Whenever a line in the data holds the string "finite", pull that line out.
Start of Dataset records
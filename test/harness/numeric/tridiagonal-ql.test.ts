import { describe, expect, it } from 'vitest';
import type { SymmetricTridiagonal } from '../../../harness/numeric/symmetric-tridiagonal.js';
import { tridiagonalEigenvalues } from '../../../harness/numeric/tridiagonal-eigenvalues.js';
import { tridiagonalEigenpairs } from '../../../harness/numeric/tridiagonal-ql.js';

/**
 * The tridiagonal QL iterations on their own, against the closed form for the symmetric Toeplitz
 * tridiagonal matrix tridiag(b, a, b) of order N: eigenvalues a + 2b cos(kπ/(N + 1)), k = 1 … N,
 * eigenvectors x_j = sin(jkπ/(N + 1)) (standard result; e.g. G. D. Smith, Numerical Solution of
 * Partial Differential Equations, 3rd ed., Oxford, 1985, §2.11).
 */
function toeplitz(n: number, a: number, b: number): SymmetricTridiagonal {
  return { diagonal: new Float64Array(n).fill(a), offDiagonal: new Float64Array(Math.max(n - 1, 0)).fill(b) };
}

function closedForm(n: number, a: number, b: number): number[] {
  return Array.from({ length: n }, (_, k) => a + 2 * b * Math.cos(((k + 1) * Math.PI) / (n + 1))).sort((x, y) => x - y);
}

// Both sides are accurate to a few ulps of ‖T‖ ≤ |a| + 2|b|; 50 N ulp as in the LAPACK ratios.
const tol = (n: number, a: number, b: number): number => 50 * n * Number.EPSILON * (Math.abs(a) + 2 * Math.abs(b));

describe('tridiagonal QL against the Toeplitz closed form', () => {
  it('eigenvalues, root-free QL (dsterf variant)', () => {
    for (const [n, a, b] of [[1, 0.5, 1], [2, -1, 0.25], [17, 0.3, -1], [64, 2, 1e-3], [40, 1e-200, 3e-200], [40, 1e200, -2e200]]) {
      const values = tridiagonalEigenvalues(toeplitz(n, a, b));
      const expected = closedForm(n, a, b);
      for (let k = 0; k < n; k++) expect(Math.abs(values[k] - expected[k]), `N=${n} a=${a} b=${b} k=${k}`).toBeLessThanOrEqual(tol(n, a, b));
    }
  });

  it('eigenpairs: values match and each row is a unit eigenvector of T', () => {
    for (const [n, a, b] of [[5, 0, 1], [30, -0.7, 0.4]]) {
      const rows = new Float64Array(n * n);
      for (let i = 0; i < n; i++) rows[i * n + i] = 1;
      const values = tridiagonalEigenpairs(toeplitz(n, a, b), rows, n);
      const sorted = Array.from(values).sort((x, y) => x - y);
      const expected = closedForm(n, a, b);
      for (let k = 0; k < n; k++) expect(Math.abs(sorted[k] - expected[k])).toBeLessThanOrEqual(tol(n, a, b));
      for (let j = 0; j < n; j++) {
        let norm2 = 0;
        for (let i = 0; i < n; i++) {
          const x = rows[j * n + i];
          norm2 += x * x;
          // (T x)_i − λ x_i
          const tx = a * x + (i > 0 ? b * rows[j * n + i - 1] : 0) + (i < n - 1 ? b * rows[j * n + i + 1] : 0);
          expect(Math.abs(tx - values[j] * x)).toBeLessThanOrEqual(tol(n, a, b));
        }
        expect(Math.abs(norm2 - 1)).toBeLessThanOrEqual(50 * n * Number.EPSILON);
      }
    }
  });

  it('throws a RangeError on non-finite input instead of iterating', () => {
    const bad: SymmetricTridiagonal = { diagonal: Float64Array.of(1, Number.NaN, 2), offDiagonal: Float64Array.of(0.5, 0.5) };
    expect(() => tridiagonalEigenvalues(bad)).toThrow(RangeError);
    expect(() => tridiagonalEigenpairs(bad, new Float64Array(9), 3)).toThrow(RangeError);
    const inf: SymmetricTridiagonal = { diagonal: Float64Array.of(1, 2), offDiagonal: Float64Array.of(Number.POSITIVE_INFINITY) };
    expect(() => tridiagonalEigenvalues(inf)).toThrow(/non-finite/);
  });
});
End of Dataset records
- [Reply to the exercise]
  it('throws a RangeError on non-finite input instead of iterating', () => {
    expect(() => tridiagonalEigenvalues(inf)).toThrow(/non-finite/);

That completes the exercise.